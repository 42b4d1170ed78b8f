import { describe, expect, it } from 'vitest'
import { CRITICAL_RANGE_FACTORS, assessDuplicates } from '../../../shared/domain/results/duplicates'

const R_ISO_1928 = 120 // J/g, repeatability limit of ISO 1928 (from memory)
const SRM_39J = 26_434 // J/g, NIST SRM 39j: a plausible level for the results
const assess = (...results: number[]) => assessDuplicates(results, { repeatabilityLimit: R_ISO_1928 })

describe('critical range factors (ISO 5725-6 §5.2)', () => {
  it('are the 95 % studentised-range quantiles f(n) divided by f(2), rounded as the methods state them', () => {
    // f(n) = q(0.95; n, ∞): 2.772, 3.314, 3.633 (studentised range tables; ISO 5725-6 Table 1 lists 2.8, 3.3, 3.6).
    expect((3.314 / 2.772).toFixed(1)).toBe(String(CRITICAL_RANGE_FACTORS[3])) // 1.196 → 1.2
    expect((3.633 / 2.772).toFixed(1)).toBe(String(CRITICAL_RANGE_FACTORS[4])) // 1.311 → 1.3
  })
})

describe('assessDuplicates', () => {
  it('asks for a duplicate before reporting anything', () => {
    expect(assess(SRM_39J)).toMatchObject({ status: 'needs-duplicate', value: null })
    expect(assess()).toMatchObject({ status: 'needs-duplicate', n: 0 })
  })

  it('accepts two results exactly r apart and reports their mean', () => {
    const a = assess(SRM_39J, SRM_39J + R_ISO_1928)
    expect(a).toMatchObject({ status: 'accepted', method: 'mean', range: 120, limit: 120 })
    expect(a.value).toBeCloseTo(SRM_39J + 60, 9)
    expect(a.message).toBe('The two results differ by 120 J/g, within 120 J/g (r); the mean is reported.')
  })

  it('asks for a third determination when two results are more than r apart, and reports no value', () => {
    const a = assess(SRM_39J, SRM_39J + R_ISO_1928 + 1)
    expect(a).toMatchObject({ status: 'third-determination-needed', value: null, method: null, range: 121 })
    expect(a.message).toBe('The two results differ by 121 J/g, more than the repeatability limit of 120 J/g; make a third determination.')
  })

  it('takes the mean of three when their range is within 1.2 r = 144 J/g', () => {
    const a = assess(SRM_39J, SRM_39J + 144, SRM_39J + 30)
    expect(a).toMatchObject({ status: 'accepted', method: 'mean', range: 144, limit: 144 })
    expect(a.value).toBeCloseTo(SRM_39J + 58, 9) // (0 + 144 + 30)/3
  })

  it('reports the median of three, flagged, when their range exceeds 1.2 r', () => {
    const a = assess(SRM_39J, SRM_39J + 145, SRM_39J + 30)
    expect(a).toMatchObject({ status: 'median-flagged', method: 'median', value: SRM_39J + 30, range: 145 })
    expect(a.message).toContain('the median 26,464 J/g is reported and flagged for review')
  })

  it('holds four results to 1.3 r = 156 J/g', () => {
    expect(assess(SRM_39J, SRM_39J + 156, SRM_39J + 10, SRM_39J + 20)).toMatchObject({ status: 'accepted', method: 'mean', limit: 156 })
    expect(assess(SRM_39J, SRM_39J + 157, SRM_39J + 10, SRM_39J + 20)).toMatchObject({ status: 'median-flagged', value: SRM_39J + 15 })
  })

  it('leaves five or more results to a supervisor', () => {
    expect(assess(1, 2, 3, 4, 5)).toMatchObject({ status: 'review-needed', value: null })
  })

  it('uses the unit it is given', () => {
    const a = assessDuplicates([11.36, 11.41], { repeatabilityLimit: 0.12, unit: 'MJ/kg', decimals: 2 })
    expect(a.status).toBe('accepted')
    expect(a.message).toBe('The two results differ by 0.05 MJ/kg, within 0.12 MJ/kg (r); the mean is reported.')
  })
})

- Task statement:
In the material above, find the line containing "144, limit: 144" and the line containing "expect(a.status).toBe('accepted')", then write out exactly those two lines and every line between them, and nothing more.

- Result of the exercise:
    expect(a).toMatchObject({ status: 'accepted', method: 'mean', range: 144, limit: 144 })
    expect(a.value).toBeCloseTo(SRM_39J + 58, 9) // (0 + 144 + 30)/3
  })

  it('reports the median of three, flagged, when their range exceeds 1.2 r', () => {
    const a = assess(SRM_39J, SRM_39J + 145, SRM_39J + 30)
    expect(a).toMatchObject({ status: 'median-flagged', method: 'median', value: SRM_39J + 30, range: 145 })
    expect(a.message).toContain('the median 26,464 J/g is reported and flagged for review')
  })

  it('holds four results to 1.3 r = 156 J/g', () => {
    expect(assess(SRM_39J, SRM_39J + 156, SRM_39J + 10, SRM_39J + 20)).toMatchObject({ status: 'accepted', method: 'mean', limit: 156 })
    expect(assess(SRM_39J, SRM_39J + 157, SRM_39J + 10, SRM_39J + 20)).toMatchObject({ status: 'median-flagged', value: SRM_39J + 15 })
  })

  it('leaves five or more results to a supervisor', () => {
    expect(assess(1, 2, 3, 4, 5)).toMatchObject({ status: 'review-needed', value: null })
  })

  it('uses the unit it is given', () => {
    const a = assessDuplicates([11.36, 11.41], { repeatabilityLimit: 0.12, unit: 'MJ/kg', decimals: 2 })
    expect(a.status).toBe('accepted')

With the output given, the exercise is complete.